→ **EXERCISE BRIEF**
For the data that follows, give the number of lines in which "counts" appears. Add nothing to it.

→ **RECORDS PROVIDED**
--------------------------------

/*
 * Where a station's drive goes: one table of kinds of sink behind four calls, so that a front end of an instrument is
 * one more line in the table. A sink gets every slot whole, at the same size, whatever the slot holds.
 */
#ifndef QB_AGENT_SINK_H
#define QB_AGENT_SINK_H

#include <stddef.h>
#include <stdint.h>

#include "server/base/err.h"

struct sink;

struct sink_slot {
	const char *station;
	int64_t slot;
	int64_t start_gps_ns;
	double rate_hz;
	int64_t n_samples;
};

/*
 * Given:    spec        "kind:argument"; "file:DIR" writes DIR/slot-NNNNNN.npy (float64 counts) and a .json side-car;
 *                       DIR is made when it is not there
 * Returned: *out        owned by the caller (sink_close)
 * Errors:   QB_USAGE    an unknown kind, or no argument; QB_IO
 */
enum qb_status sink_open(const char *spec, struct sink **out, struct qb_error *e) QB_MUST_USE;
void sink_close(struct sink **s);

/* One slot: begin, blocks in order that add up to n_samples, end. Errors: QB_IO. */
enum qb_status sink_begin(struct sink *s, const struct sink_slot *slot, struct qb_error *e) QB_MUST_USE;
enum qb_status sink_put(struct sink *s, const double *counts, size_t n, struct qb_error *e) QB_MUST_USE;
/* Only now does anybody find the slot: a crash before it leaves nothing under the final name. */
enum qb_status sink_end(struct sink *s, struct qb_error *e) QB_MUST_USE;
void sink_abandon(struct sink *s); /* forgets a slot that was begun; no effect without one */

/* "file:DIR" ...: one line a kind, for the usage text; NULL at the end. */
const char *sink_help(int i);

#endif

--------------------------------

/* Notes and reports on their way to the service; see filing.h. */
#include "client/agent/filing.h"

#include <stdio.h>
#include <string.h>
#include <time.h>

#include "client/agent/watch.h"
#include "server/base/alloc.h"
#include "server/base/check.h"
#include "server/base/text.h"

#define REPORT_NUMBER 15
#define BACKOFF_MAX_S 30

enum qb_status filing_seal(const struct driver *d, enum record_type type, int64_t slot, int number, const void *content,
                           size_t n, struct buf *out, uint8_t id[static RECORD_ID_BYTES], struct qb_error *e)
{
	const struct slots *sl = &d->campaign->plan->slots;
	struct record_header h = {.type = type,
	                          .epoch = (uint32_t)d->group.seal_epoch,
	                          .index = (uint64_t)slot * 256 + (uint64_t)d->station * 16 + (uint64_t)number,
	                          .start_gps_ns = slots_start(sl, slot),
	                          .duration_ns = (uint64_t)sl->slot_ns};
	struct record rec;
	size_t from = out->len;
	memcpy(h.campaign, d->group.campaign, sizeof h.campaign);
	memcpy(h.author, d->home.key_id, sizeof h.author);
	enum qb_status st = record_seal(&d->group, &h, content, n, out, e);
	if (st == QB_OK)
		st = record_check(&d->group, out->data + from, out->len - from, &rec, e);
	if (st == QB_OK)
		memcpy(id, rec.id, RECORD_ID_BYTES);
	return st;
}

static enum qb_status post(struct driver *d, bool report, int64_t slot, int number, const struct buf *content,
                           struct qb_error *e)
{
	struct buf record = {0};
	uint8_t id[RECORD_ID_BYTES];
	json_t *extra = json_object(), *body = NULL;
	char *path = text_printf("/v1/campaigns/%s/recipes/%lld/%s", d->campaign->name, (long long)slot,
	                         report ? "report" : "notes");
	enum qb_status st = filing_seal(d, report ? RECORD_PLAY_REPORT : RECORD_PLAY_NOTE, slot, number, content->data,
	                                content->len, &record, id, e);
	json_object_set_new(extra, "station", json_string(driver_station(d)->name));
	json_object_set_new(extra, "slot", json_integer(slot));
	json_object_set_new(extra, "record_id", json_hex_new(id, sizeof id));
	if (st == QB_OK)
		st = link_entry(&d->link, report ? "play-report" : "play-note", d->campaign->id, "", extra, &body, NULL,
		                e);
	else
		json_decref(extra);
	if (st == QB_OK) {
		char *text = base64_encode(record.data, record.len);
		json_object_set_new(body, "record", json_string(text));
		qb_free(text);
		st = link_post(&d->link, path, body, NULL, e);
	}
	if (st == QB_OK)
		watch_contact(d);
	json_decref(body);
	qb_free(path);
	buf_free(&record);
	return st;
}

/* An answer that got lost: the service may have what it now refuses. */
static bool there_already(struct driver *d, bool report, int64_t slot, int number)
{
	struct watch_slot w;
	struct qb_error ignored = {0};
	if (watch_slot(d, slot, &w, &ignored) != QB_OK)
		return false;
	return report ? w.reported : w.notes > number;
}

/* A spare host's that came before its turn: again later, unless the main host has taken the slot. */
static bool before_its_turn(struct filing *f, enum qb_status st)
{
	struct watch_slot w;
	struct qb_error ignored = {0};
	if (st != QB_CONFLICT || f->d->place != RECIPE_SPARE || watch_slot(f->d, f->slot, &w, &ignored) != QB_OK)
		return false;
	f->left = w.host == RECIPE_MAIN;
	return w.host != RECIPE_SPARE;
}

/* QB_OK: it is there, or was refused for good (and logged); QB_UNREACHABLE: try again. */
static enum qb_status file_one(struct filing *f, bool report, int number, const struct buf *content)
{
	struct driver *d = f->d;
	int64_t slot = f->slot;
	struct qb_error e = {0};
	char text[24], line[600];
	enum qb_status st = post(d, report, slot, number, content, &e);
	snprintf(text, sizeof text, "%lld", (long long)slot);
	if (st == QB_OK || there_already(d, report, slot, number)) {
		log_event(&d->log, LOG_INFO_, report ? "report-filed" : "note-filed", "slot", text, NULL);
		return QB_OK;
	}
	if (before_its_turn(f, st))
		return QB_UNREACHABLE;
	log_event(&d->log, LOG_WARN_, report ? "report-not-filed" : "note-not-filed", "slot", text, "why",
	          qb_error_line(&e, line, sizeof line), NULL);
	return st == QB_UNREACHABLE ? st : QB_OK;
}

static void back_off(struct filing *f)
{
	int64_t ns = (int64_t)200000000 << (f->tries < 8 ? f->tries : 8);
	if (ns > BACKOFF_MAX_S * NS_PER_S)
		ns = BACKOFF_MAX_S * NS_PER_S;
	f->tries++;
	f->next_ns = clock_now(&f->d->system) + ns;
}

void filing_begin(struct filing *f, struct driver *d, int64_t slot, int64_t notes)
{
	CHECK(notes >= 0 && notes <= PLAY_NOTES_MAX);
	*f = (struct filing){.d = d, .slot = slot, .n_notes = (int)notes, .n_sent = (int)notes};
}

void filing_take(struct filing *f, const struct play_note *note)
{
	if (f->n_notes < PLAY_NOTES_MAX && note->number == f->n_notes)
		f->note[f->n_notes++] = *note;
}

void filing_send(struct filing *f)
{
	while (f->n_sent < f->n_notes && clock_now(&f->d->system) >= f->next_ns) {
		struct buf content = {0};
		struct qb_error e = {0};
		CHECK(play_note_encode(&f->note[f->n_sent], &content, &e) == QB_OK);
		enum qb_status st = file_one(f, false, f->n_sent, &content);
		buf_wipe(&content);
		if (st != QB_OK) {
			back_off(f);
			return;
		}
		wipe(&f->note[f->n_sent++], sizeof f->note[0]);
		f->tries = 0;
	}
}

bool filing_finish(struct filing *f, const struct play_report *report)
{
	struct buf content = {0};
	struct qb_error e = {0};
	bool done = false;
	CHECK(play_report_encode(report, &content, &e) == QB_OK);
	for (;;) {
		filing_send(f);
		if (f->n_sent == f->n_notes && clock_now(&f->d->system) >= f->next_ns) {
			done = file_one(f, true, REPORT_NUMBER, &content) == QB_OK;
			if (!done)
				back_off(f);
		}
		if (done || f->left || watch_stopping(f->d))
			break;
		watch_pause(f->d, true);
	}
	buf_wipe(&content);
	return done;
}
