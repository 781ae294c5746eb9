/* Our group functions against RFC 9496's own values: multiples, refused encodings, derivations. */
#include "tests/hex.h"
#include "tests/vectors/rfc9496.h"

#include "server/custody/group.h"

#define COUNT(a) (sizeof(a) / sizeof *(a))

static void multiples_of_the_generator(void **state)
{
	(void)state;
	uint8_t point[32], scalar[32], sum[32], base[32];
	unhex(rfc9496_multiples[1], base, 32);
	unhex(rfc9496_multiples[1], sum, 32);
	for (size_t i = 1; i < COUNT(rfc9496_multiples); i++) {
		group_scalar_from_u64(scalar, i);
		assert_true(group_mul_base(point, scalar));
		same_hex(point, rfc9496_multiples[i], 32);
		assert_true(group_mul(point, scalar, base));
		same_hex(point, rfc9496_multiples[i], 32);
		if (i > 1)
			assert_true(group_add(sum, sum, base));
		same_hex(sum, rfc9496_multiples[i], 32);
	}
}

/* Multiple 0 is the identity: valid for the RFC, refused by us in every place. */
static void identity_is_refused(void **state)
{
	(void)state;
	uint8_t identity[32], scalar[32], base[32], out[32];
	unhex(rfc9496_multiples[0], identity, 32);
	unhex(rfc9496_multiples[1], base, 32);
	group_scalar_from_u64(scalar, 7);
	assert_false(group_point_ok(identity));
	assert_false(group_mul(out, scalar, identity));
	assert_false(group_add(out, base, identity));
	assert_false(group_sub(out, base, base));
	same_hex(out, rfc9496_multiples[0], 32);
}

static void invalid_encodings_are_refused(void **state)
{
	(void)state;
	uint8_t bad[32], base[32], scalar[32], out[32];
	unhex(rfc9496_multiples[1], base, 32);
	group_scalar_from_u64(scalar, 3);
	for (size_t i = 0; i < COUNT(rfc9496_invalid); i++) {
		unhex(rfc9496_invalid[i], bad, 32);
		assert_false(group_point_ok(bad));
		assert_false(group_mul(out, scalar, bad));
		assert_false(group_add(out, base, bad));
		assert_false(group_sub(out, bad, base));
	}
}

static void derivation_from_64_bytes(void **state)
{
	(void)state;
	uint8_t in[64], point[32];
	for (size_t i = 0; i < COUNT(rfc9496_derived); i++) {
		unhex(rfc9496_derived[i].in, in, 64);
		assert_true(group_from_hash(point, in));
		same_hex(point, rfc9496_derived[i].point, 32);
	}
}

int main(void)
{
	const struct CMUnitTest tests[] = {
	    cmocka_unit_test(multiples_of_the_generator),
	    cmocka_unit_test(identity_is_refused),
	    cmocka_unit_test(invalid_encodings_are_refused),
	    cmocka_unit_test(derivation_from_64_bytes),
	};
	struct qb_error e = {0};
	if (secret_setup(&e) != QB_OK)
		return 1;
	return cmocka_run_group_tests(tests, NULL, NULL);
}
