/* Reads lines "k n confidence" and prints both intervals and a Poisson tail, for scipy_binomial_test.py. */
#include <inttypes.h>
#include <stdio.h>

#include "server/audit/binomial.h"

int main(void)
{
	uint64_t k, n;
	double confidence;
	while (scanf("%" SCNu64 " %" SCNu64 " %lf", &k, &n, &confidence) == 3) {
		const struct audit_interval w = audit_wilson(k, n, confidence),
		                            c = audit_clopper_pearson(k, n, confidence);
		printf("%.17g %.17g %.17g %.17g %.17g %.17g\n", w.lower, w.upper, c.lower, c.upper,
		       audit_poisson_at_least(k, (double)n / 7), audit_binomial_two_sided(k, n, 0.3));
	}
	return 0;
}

--------------------------------

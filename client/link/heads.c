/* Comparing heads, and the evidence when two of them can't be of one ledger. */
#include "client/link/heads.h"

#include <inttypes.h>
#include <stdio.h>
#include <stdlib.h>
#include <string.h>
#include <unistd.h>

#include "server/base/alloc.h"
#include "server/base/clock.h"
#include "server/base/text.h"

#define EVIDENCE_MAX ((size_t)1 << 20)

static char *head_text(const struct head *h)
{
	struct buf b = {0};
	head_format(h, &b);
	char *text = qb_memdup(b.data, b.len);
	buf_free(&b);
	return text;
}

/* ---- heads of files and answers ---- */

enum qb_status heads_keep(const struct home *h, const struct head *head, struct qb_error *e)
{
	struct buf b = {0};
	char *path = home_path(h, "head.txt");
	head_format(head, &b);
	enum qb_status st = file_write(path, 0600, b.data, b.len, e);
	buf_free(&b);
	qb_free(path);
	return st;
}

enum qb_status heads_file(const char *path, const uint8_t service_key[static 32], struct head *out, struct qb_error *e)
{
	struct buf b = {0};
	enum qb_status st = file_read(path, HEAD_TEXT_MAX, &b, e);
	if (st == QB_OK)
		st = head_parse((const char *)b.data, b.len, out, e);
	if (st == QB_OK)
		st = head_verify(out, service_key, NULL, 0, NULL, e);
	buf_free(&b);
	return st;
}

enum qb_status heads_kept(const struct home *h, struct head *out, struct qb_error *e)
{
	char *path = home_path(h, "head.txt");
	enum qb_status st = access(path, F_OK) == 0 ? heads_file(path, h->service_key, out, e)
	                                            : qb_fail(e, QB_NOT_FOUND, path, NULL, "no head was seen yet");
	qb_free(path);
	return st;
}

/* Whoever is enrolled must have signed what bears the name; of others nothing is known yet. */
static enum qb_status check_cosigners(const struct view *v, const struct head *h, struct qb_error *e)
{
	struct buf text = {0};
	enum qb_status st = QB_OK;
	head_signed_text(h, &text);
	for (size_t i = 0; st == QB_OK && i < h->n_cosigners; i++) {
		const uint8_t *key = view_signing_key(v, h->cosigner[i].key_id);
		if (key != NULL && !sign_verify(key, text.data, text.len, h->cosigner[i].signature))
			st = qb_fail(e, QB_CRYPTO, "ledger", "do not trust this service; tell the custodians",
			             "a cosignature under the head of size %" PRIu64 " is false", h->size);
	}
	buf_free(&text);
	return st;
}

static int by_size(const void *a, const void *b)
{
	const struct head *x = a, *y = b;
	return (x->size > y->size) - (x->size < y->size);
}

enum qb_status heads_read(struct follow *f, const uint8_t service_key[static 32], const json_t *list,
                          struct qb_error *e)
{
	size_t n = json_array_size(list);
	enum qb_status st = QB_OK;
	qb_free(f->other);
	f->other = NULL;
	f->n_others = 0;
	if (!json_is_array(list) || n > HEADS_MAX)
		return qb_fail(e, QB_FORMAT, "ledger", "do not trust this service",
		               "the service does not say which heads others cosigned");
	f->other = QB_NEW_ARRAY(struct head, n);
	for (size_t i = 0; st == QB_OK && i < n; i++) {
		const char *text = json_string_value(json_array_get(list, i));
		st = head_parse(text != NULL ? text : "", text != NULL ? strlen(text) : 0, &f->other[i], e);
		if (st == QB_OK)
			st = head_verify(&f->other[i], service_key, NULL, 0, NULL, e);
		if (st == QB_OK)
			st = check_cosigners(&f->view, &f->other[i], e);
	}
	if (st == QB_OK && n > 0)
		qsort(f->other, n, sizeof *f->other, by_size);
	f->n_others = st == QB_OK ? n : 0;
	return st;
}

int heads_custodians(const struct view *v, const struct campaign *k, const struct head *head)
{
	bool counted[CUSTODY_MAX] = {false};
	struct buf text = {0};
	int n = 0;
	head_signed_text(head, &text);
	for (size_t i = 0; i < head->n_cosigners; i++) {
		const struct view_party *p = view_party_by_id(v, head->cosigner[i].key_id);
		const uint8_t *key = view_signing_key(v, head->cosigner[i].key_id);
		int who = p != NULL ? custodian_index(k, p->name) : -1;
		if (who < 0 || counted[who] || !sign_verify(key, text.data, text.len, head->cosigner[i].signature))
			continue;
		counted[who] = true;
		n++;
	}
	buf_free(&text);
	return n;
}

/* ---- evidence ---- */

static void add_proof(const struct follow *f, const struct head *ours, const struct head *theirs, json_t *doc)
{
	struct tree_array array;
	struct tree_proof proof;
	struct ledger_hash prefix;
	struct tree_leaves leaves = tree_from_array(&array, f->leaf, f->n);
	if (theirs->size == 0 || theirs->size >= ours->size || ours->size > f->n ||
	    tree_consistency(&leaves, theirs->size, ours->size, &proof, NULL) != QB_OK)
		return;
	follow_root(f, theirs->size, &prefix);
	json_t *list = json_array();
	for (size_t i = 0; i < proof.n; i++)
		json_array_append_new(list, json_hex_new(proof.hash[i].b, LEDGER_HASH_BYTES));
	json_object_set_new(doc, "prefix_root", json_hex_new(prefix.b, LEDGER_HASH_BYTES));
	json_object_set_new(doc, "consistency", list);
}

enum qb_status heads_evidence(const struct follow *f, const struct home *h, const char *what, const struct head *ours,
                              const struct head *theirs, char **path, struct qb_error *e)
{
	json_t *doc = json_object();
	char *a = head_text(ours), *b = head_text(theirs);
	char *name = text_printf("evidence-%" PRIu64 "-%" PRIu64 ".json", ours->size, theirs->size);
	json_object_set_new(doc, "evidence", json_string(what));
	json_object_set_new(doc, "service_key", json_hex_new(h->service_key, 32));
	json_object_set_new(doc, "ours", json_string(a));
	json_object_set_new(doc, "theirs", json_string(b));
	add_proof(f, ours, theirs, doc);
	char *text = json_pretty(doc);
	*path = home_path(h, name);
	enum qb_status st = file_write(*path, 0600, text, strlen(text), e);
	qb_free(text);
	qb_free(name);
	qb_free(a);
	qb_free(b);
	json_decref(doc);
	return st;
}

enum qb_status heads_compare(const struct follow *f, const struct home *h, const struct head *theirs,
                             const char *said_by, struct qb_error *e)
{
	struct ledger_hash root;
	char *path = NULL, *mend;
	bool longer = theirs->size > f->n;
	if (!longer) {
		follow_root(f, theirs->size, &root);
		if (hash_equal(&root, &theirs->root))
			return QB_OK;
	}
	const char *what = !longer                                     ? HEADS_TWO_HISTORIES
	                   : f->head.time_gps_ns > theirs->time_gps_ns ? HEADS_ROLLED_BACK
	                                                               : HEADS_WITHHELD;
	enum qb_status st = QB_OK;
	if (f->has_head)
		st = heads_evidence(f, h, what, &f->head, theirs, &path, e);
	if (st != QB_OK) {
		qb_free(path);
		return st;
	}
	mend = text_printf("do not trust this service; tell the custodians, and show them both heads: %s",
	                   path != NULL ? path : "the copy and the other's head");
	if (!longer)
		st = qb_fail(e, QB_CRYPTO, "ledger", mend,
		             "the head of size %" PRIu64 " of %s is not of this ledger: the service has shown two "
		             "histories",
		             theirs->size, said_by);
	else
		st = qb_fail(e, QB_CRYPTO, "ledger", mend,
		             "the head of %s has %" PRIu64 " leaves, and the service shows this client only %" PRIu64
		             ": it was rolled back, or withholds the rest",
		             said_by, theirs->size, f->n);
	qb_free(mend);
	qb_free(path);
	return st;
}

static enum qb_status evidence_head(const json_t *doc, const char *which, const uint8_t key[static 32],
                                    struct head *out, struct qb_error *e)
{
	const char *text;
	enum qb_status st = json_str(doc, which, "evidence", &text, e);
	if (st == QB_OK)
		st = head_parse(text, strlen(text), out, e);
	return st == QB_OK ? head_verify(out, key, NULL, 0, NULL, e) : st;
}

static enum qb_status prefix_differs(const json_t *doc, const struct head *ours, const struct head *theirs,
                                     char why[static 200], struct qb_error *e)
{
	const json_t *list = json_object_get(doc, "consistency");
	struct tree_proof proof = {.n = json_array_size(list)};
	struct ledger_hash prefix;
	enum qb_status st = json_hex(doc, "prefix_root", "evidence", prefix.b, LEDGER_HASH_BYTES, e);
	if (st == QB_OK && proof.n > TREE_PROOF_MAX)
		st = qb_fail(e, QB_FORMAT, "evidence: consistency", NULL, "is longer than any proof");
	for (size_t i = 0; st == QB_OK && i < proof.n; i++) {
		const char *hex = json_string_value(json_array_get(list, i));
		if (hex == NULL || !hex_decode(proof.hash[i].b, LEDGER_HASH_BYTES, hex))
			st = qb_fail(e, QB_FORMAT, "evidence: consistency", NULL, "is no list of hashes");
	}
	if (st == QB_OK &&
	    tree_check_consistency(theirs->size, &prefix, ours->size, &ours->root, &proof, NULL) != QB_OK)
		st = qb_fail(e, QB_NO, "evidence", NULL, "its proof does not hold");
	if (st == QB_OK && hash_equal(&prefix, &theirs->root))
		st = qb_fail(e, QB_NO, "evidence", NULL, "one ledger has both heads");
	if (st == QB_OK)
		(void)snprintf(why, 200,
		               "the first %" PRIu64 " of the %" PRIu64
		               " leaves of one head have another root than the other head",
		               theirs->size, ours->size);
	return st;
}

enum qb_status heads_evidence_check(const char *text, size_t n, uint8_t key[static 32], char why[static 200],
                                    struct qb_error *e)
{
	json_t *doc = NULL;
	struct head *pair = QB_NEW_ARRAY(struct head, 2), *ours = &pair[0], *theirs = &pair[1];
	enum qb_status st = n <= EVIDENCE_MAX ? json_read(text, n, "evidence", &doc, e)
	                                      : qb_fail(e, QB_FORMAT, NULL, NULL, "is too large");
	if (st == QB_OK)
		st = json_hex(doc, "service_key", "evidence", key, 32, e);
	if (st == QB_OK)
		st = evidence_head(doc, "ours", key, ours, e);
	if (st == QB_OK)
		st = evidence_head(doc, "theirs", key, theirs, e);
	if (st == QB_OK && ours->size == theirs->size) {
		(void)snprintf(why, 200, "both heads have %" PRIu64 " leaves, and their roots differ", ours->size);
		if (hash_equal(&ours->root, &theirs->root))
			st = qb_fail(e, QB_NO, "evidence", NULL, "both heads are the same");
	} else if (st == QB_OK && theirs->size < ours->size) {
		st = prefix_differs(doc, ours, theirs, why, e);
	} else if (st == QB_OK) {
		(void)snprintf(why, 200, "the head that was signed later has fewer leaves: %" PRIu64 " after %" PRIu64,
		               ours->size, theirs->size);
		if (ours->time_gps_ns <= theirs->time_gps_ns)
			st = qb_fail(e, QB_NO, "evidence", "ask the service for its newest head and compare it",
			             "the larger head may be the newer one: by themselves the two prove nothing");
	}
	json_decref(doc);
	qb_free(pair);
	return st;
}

--------------------------------

→ **SOLUTION FOR THIS PROBLEM**
2